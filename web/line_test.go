package web

import (
	"context"
	"encoding/json"
	"os"
	"strings"
	"testing"
	"time"

	"github.com/chromedp/chromedp"
	"github.com/chromedp/chromedp/kb"
)

// TestLinePage serves the production-line page and its assets.
func TestLinePage(t *testing.T) {
	d := startDemo(t, demoOpts{})
	res, data := d.do("GET", "/line", nil)
	if res.StatusCode != 200 || !strings.Contains(string(data), `id="serial"`) || !strings.Contains(res.Header.Get("Content-Type"), "text/html") {
		t.Fatalf("/line: %d %q", res.StatusCode, res.Header.Get("Content-Type"))
	}
	for _, a := range []string{"/line.js", "/line.css"} {
		if res, _ := d.do("GET", a, nil); res.StatusCode != 200 {
			t.Errorf("%s: %d", a, res.StatusCode)
		}
	}
}

// TestLineBrowser drives the production-line page in Chromium as an
// operator with a barcode scanner would: the serial number typed and
// Enter pressed, the verdict shown large, the field ready for the next
// unit, the unit in the history.
func TestLineBrowser(t *testing.T) {
	ctx, cancel := newBrowser(t)
	defer cancel()
	d := startDemo(t, demoOpts{})
	p := smallPlan("fixed")
	// Flat within ±0.5 dB of the 1 kHz gain up to 30 kHz (corner at 95 kHz).
	p["mask"] = map[string]any{"name": "line acceptance", "relative": true,
		"upper": [][]float64{{1000, 0.5}, {30000, 0.5}}, "lower": [][]float64{{1000, -0.5}, {30000, -0.5}}}
	planJSON, _ := json.Marshal(p)
	if err := chromedp.Do(ctx, chromedp.Navigate(d.base+"/line"), chromedp.WaitVisible(chromedp.ID("serial"))); err != nil {
		t.Fatal(err)
	}
	if err := chromedp.Do(ctx,
		chromedp.SetValue(chromedp.ID("plan"), string(planJSON)),
		chromedp.SetValue(chromedp.ID("batch"), "proto-A"),
		chromedp.SendKeys(chromedp.ID("serial"), "LD-0042"+kb.Enter),
	); err != nil {
		t.Fatal(err)
	}
	waitLine(t, ctx, `window.rolloffLine.last && window.rolloffLine.last.unit === 'LD-0042'`, 60*time.Second)
	if v := jsString(ctx, `document.getElementById('verdict').innerText`); v != "PASS" {
		t.Errorf("verdict %q (error %q), want PASS", v, jsString(ctx, `document.getElementById('line-error').innerText`))
	}
	if s := jsString(ctx, `document.getElementById('verdict-detail').innerText`); !strings.Contains(s, "worst margin +") {
		t.Errorf("verdict detail %q", s)
	}
	waitLine(t, ctx, `document.activeElement.id === 'serial' && document.getElementById('serial').value === '' && window.rolloffLine.listed === 1`, 10*time.Second)
	if h := jsString(ctx, `document.getElementById('history').innerText`); !strings.Contains(h, "LD-0042") || !strings.Contains(h, "proto-A") {
		t.Errorf("history %q", h)
	}
	if y := jsString(ctx, `document.getElementById('yield').innerText`); !strings.Contains(y, "yield 100.0 %") {
		t.Errorf("yield %q", y)
	}

	// The next unit against a mask it cannot meet (−0.02 dB up to 100 kHz,
	// where the 95 kHz low-pass is 0.5 dB down at 56 kHz): FAIL, yield 50 %.
	p["mask"] = map[string]any{"name": "too tight", "relative": true,
		"lower": [][]float64{{1000, -0.02}, {100000, -0.02}}}
	planJSON, _ = json.Marshal(p)
	if err := chromedp.Do(ctx,
		chromedp.SetValue(chromedp.ID("plan"), string(planJSON)),
		chromedp.SendKeys(chromedp.ID("serial"), "LD-0043"+kb.Enter),
	); err != nil {
		t.Fatal(err)
	}
	waitLine(t, ctx, `window.rolloffLine.last.unit === 'LD-0043' && window.rolloffLine.listed === 2`, 60*time.Second)
	if v := jsString(ctx, `document.getElementById('verdict').innerText`); v != "FAIL" {
		t.Errorf("verdict %q, want FAIL", v)
	}
	if y := jsString(ctx, `document.getElementById('yield').innerText`); !strings.Contains(y, "yield 50.0 %") {
		t.Errorf("yield %q", y)
	}
	// The history overlays the units listed.
	waitLine(t, ctx, `window.rolloffLine.overlaid === 2 && document.getElementById('overlay').naturalWidth > 0`, 20*time.Second)
	// The batch view: both units of batch proto-A, their yield, and
	// their overlay with the mask drawn by the daemon.
	waitLine(t, ctx, `window.rolloffLine.batchOverlaid === 2 && document.getElementById('batch-overlay').naturalWidth > 0`, 20*time.Second)
	if y := jsString(ctx, `document.getElementById('batch-yield').innerText`); !strings.Contains(y, "yield 50.0 %") || !strings.Contains(y, "2 units") {
		t.Errorf("batch yield %q", y)
	}
	if p := jsString(ctx, `document.getElementById('page-info').innerText`); p != "runs 1–2 of 2" {
		t.Errorf("page info %q", p)
	}
	// The history filters by unit.
	if err := chromedp.Do(ctx, chromedp.SetValue(chromedp.ID("f-unit"), "LD-0043"), chromedp.Click(chromedp.CSS(`#filter-form button`))); err != nil {
		t.Fatal(err)
	}
	waitLine(t, ctx, `window.rolloffLine.listed === 1`, 10*time.Second)
	if h := jsString(ctx, `document.getElementById('history').innerText`); strings.Contains(h, "LD-0042") {
		t.Errorf("filtered history %q", h)
	}
	if png, err := chromedp.Run(ctx, chromedp.FullScreenshot(100)); err == nil && os.Getenv("ROLLOFF_LINE_SHOT") != "" {
		os.WriteFile(os.Getenv("ROLLOFF_LINE_SHOT"), png, 0o644)
	}
}

func waitLine(t *testing.T, ctx context.Context, cond string, timeout time.Duration) {
	t.Helper()
	deadline := time.Now().Add(timeout)
	for {
		if ok, err := jsBool(ctx, cond); err != nil {
			t.Fatalf("waiting for %s: %v", cond, err)
		} else if ok {
			return
		}
		if time.Now().After(deadline) {
			t.Fatalf("timed out waiting for %s (verdict %q, error %q)", cond,
				jsString(ctx, `document.getElementById('verdict').innerText`), jsString(ctx, `document.getElementById('line-error').innerText`))
		}
		time.Sleep(100 * time.Millisecond)
	}
}
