package report

import (
	"math"
	"strconv"

	"codeberg.org/go-pdf/fpdf"
)

// Chart is a plot area with a logarithmic frequency axis and a linear dB
// axis, drawn on a Doc page. Coordinates given to its methods are data
// (Hz, dB); everything drawn inside the area is clipped to it.
type Chart struct {
	d *Doc
	// X, Y, W and H are the data area on the page, mm.
	X, Y, W, H float64
	// LoHz..HiHz and LoDB..HiDB are the axes' ranges.
	LoHz, HiHz, LoDB, HiDB float64
}

// Stroke is a line style: width mm, grey 0..255, dash pattern mm (nil:
// solid).
type Stroke struct {
	Width float64
	Grey  int
	Dash  []float64
}

// NewChart makes a chart whose data area is (x, y, w, h) mm. The
// frequency range is widened to at least a fifth of a decade and the dB
// range to at least 1 dB, so that a flat or one-frequency response still
// has axes.
func NewChart(d *Doc, x, y, w, h, loHz, hiHz, loDB, hiDB float64) *Chart {
	if !(loHz > 0) || math.IsInf(loHz, 0) {
		loHz = 1
	}
	if !(hiHz > loHz) || math.IsInf(hiHz, 0) {
		hiHz = loHz * 10
	}
	if r := math.Log10(hiHz / loHz); r < 0.2 {
		c := math.Sqrt(loHz * hiHz)
		loHz, hiHz = c/math.Pow(10, 0.1), c*math.Pow(10, 0.1)
	}
	if !(hiDB-loDB >= 1) || math.IsNaN(loDB) || math.IsInf(loDB, 0) || math.IsInf(hiDB, 0) {
		c := (loDB + hiDB) / 2
		if math.IsNaN(c) || math.IsInf(c, 0) {
			c = 0
		}
		loDB, hiDB = c-0.5, c+0.5
	}
	return &Chart{d: d, X: x, Y: y, W: w, H: h, LoHz: loHz, HiHz: hiHz, LoDB: loDB, HiDB: hiDB}
}

// PX maps a frequency to page x, mm.
func (c *Chart) PX(hz float64) float64 {
	return c.X + c.W*math.Log10(hz/c.LoHz)/math.Log10(c.HiHz/c.LoHz)
}

// PY maps a level to page y, mm.
func (c *Chart) PY(db float64) float64 {
	return c.Y + c.H*(c.HiDB-db)/(c.HiDB-c.LoDB)
}

func (c *Chart) set(s Stroke) {
	p := c.d.pdf
	p.SetDrawColor(s.Grey, s.Grey, s.Grey)
	p.SetLineWidth(s.Width)
	p.SetDashPattern(s.Dash, 0)
}

// Frame draws the grid, the frame, decade labels under the frequency axis
// and dB labels left of the level axis, and the axis titles.
func (c *Chart) Frame(yTitle string) {
	d, p := c.d, c.d.pdf
	d.Font(false, smallPt, inkMuted)
	lh := d.LineH()
	// Frequency grid: a line and a label at each decade, a light line at
	// 2…9 times the decade; 2× and 5× labelled when less than two decades
	// are shown.
	few := math.Log10(c.HiHz/c.LoHz) < 2
	for e := math.Floor(math.Log10(c.LoHz)); e <= math.Ceil(math.Log10(c.HiHz)); e++ {
		dec := math.Pow(10, e)
		for m := 1.0; m <= 9; m++ {
			hz := m * dec
			if hz < c.LoHz*(1-1e-9) || hz > c.HiHz*(1+1e-9) {
				continue
			}
			x := c.PX(hz)
			major := m == 1
			if major {
				c.set(Stroke{Width: 0.2, Grey: inkRule - 10})
			} else {
				c.set(Stroke{Width: 0.1, Grey: inkGrid})
			}
			p.Line(x, c.Y, x, c.Y+c.H)
			if major || few && (m == 2 || m == 5) {
				s := HzLabel(hz)
				lx := math.Max(d.Left, math.Min(d.Right-d.Width(s), x-d.Width(s)/2))
				d.Text(lx, c.Y+c.H+lh, s)
			}
		}
	}
	// Level grid.
	step := dbStep(c.HiDB - c.LoDB)
	dec := 0
	if step < 1 {
		dec = int(math.Ceil(-math.Log10(step) - 1e-9))
	}
	for v := math.Ceil(c.LoDB/step) * step; v <= c.HiDB+step*1e-9; v += step {
		y := c.PY(v)
		c.set(Stroke{Width: 0.1, Grey: inkGrid})
		p.Line(c.X, y, c.X+c.W, y)
		s := DB(v, dec)
		d.TextRight(c.X-1, y+lh*0.3, s)
	}
	c.set(Stroke{Width: 0.3, Grey: inkText})
	p.Rect(c.X, c.Y, c.W, c.H, "D")
	d.Font(false, smallPt, inkMuted)
	d.Text(c.X+c.W-d.Width("frequency"), c.Y+c.H+2*lh, "frequency")
	if yTitle != "" {
		p.TransformBegin()
		x, y := c.X-10.5, c.Y+c.H/2+d.Width(yTitle)/2
		p.TransformRotate(90, x, y)
		d.Text(x, y, yTitle)
		p.TransformEnd()
	}
}

// dbStep returns a step of 1, 2 or 5 × 10ⁿ dB giving 4 to 10 ticks over span.
func dbStep(span float64) float64 {
	raw := span / 6
	e := math.Pow(10, math.Floor(math.Log10(raw)))
	for _, m := range []float64{1, 2, 5, 10} {
		if m*e >= raw {
			return m * e
		}
	}
	return 10 * e
}

// DB formats a level with dec decimals, never "-0", with a true minus
// sign.
func DB(v float64, dec int) string {
	s := strconv.FormatFloat(v, 'f', dec, 64)
	if f, _ := strconv.ParseFloat(s, 64); f == 0 {
		s = strconv.FormatFloat(0, 'f', dec, 64)
	}
	if len(s) > 0 && s[0] == '-' {
		s = "−" + s[1:]
	}
	return s
}

// HzLabel labels a tick frequency compactly: "20 Hz", "1 kHz", "2.5 MHz".
func HzLabel(hz float64) string {
	unit, v := "Hz", hz
	switch {
	case hz >= 1e9*(1-1e-9):
		unit, v = "GHz", hz/1e9
	case hz >= 1e6*(1-1e-9):
		unit, v = "MHz", hz/1e6
	case hz >= 1e3*(1-1e-9):
		unit, v = "kHz", hz/1e3
	}
	return strconv.FormatFloat(math.Round(v*1000)/1000, 'g', -1, 64) + " " + unit
}

// clip runs draw with drawing clipped to the data area.
func (c *Chart) clip(draw func()) {
	c.d.pdf.ClipRect(c.X, c.Y, c.W, c.H, false)
	draw()
	c.d.pdf.ClipEnd()
}

// inX reports whether hz can be placed (positive, finite).
func inX(hz float64) bool { return hz > 0 && !math.IsInf(hz, 0) }

func finite(v float64) bool { return !math.IsNaN(v) && !math.IsInf(v, 0) }

// limitY keeps y within a few area heights of the area, so that a wild
// value does not make the PDF's numbers huge; the clip hides the rest.
func (c *Chart) limitY(y float64) float64 {
	return math.Max(c.Y-3*c.H, math.Min(c.Y+4*c.H, y))
}

// Line draws the polyline through (hz[i], db[i]), broken where a value is
// not finite.
func (c *Chart) Line(hz, db []float64, s Stroke) {
	c.clip(func() {
		c.set(s)
		p := c.d.pdf
		open := false
		n := 0
		for i := range hz {
			if !inX(hz[i]) || !finite(db[i]) {
				if open && n > 1 {
					p.DrawPath("D")
				}
				open, n = false, 0
				continue
			}
			x, y := c.PX(hz[i]), c.limitY(c.PY(db[i]))
			if !open {
				p.MoveTo(x, y)
				open = true
			} else {
				p.LineTo(x, y)
			}
			n++
		}
		if open && n > 1 {
			p.DrawPath("D")
		}
	})
}

// Band fills the region between lo and hi over hz in grey.
func (c *Chart) Band(hz, lo, hi []float64, grey int) {
	var pts []fpdf.PointType
	for i := range hz {
		if inX(hz[i]) && finite(lo[i]) && finite(hi[i]) {
			pts = append(pts, fpdf.PointType{X: c.PX(hz[i]), Y: c.limitY(c.PY(hi[i]))})
		}
	}
	for i := len(hz) - 1; i >= 0; i-- {
		if inX(hz[i]) && finite(lo[i]) && finite(hi[i]) {
			pts = append(pts, fpdf.PointType{X: c.PX(hz[i]), Y: c.limitY(c.PY(lo[i]))})
		}
	}
	if len(pts) < 4 {
		return
	}
	c.clip(func() {
		c.d.pdf.SetFillColor(grey, grey, grey)
		c.d.pdf.Polygon(pts, "F")
	})
}

// HLine draws a horizontal line at db across the area with label at its
// right end, above the line.
func (c *Chart) HLine(db float64, s Stroke, label string) {
	if !finite(db) || db < c.LoDB || db > c.HiDB {
		return
	}
	y := c.PY(db)
	c.set(s)
	c.d.pdf.Line(c.X, y, c.X+c.W, y)
	if label != "" {
		c.d.Font(false, smallPt, inkMuted)
		c.d.TextRight(c.X+c.W-1, y-0.8, label)
	}
}

// Marker shapes.
const (
	Dot     = iota // filled circle
	Ring           // open circle
	Square         // open square
	Diamond        // filled diamond
	Cross          // ×
)

// Mark draws a marker of shape and size (mm) at (hz, db), in grey; it is
// clipped to the area.
func (c *Chart) Mark(hz, db float64, shape int, size float64, grey int) {
	if !inX(hz) || !finite(db) {
		return
	}
	x, y := c.PX(hz), c.PY(db)
	if x < c.X-size || x > c.X+c.W+size || y < c.Y-size || y > c.Y+c.H+size {
		return
	}
	c.clip(func() { c.mark(x, y, shape, size, grey) })
}

// Marks draws many markers of one style, clipped once.
func (c *Chart) Marks(hz, db []float64, shape int, size float64, grey int) {
	c.clip(func() {
		for i := range hz {
			if inX(hz[i]) && finite(db[i]) {
				c.mark(c.PX(hz[i]), c.limitY(c.PY(db[i])), shape, size, grey)
			}
		}
	})
}

func (c *Chart) mark(x, y float64, shape int, size float64, grey int) {
	p := c.d.pdf
	r := size / 2
	p.SetDrawColor(grey, grey, grey)
	p.SetFillColor(grey, grey, grey)
	p.SetLineWidth(0.18)
	p.SetDashPattern(nil, 0)
	switch shape {
	case Dot:
		p.Circle(x, y, r, "F")
	case Ring:
		p.Circle(x, y, r, "D")
	case Square:
		p.Rect(x-r, y-r, size, size, "D")
	case Diamond:
		p.Polygon([]fpdf.PointType{{X: x, Y: y - r*1.3}, {X: x + r, Y: y}, {X: x, Y: y + r*1.3}, {X: x - r, Y: y}}, "FD")
	case Cross:
		p.Line(x-r, y-r, x+r, y+r)
		p.Line(x-r, y+r, x+r, y-r)
	}
}

// VLine draws a vertical line at hz from level db down to the bottom of
// the area.
func (c *Chart) VLine(hz, db float64, s Stroke) {
	if !inX(hz) || hz < c.LoHz || hz > c.HiHz {
		return
	}
	x := c.PX(hz)
	y := c.Y
	if finite(db) {
		y = math.Max(c.Y, math.Min(c.Y+c.H, c.PY(db)))
	}
	c.set(s)
	c.d.pdf.Line(x, y, x, c.Y+c.H)
}

// Label writes s near page point (x, y) inside the area: to the right of
// x unless it would leave the area, then to the left; clamped vertically.
// A white box behind the text keeps it readable over the grid.
func (c *Chart) Label(x, y float64, s string, grey int) {
	d := c.d
	d.Font(false, smallPt, grey)
	w, lh := d.Width(s), d.LineH()
	tx := x + 1.2
	if tx+w > c.X+c.W-0.5 {
		tx = x - 1.2 - w
	}
	tx = math.Max(c.X+0.5, tx)
	ty := math.Max(c.Y+lh, math.Min(c.Y+c.H-0.8, y))
	d.pdf.SetFillColor(255, 255, 255)
	d.pdf.Rect(tx-0.4, ty-lh*0.8, w+0.8, lh, "F")
	d.Text(tx, ty-lh*0.12, s)
}

// LegendItem is one entry of a legend drawn under the chart.
type LegendItem struct {
	Text string
	// Draw draws the entry's sample in the 6 mm × 3 mm box at (x, y).
	Draw func(x, y float64)
}

// Legend writes items in a row (wrapping) starting at page y, and
// returns the y below it.
func (c *Chart) Legend(y float64, items []LegendItem) float64 {
	d := c.d
	d.Font(false, smallPt, inkMuted)
	lh := d.LineH() + 0.6
	x := c.X
	for _, it := range items {
		w := 7 + d.Width(it.Text) + 4
		if x+w > c.X+c.W && x > c.X {
			x, y = c.X, y+lh
		}
		if it.Draw != nil {
			it.Draw(x, y-lh*0.55)
		}
		d.Font(false, smallPt, inkMuted)
		d.Text(x+7, y, it.Text)
		x += w
	}
	return y + lh*0.4
}

// SampleLine draws a legend sample of a line style.
func (c *Chart) SampleLine(s Stroke) func(x, y float64) {
	return func(x, y float64) {
		c.set(s)
		c.d.pdf.Line(x, y+1.5, x+6, y+1.5)
	}
}

// SampleMark draws a legend sample of a marker.
func (c *Chart) SampleMark(shape int, size float64, grey int) func(x, y float64) {
	return func(x, y float64) { c.mark(x+3, y+1.5, shape, size, grey) }
}

// SampleBand draws a legend sample of a band.
func (c *Chart) SampleBand(grey int) func(x, y float64) {
	return func(x, y float64) {
		c.d.pdf.SetFillColor(grey, grey, grey)
		c.d.pdf.Rect(x, y+0.3, 6, 2.4, "F")
	}
}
————
Above are the entries. Copy exactly the part that opens with the line containing "dec := math.Pow(10, e)" and closes with the line containing "x, y := c.X-10.5, c.Y+c.H/2+d.Width(yTitle)/2", and no more.

_Answer section_.
		dec := math.Pow(10, e)
		for m := 1.0; m <= 9; m++ {
			hz := m * dec
			if hz < c.LoHz*(1-1e-9) || hz > c.HiHz*(1+1e-9) {
				continue
			}
			x := c.PX(hz)
			major := m == 1
			if major {
				c.set(Stroke{Width: 0.2, Grey: inkRule - 10})
			} else {
				c.set(Stroke{Width: 0.1, Grey: inkGrid})
			}
			p.Line(x, c.Y, x, c.Y+c.H)
			if major || few && (m == 2 || m == 5) {
				s := HzLabel(hz)
				lx := math.Max(d.Left, math.Min(d.Right-d.Width(s), x-d.Width(s)/2))
				d.Text(lx, c.Y+c.H+lh, s)
			}
		}
	}
	// Level grid.
	step := dbStep(c.HiDB - c.LoDB)
	dec := 0
	if step < 1 {
		dec = int(math.Ceil(-math.Log10(step) - 1e-9))
	}
	for v := math.Ceil(c.LoDB/step) * step; v <= c.HiDB+step*1e-9; v += step {
		y := c.PY(v)
		c.set(Stroke{Width: 0.1, Grey: inkGrid})
		p.Line(c.X, y, c.X+c.W, y)
		s := DB(v, dec)
		d.TextRight(c.X-1, y+lh*0.3, s)
	}
	c.set(Stroke{Width: 0.3, Grey: inkText})
	p.Rect(c.X, c.Y, c.W, c.H, "D")
	d.Font(false, smallPt, inkMuted)
	d.Text(c.X+c.W-d.Width("frequency"), c.Y+c.H+2*lh, "frequency")
	if yTitle != "" {
		p.TransformBegin()
		x, y := c.X-10.5, c.Y+c.H/2+d.Width(yTitle)/2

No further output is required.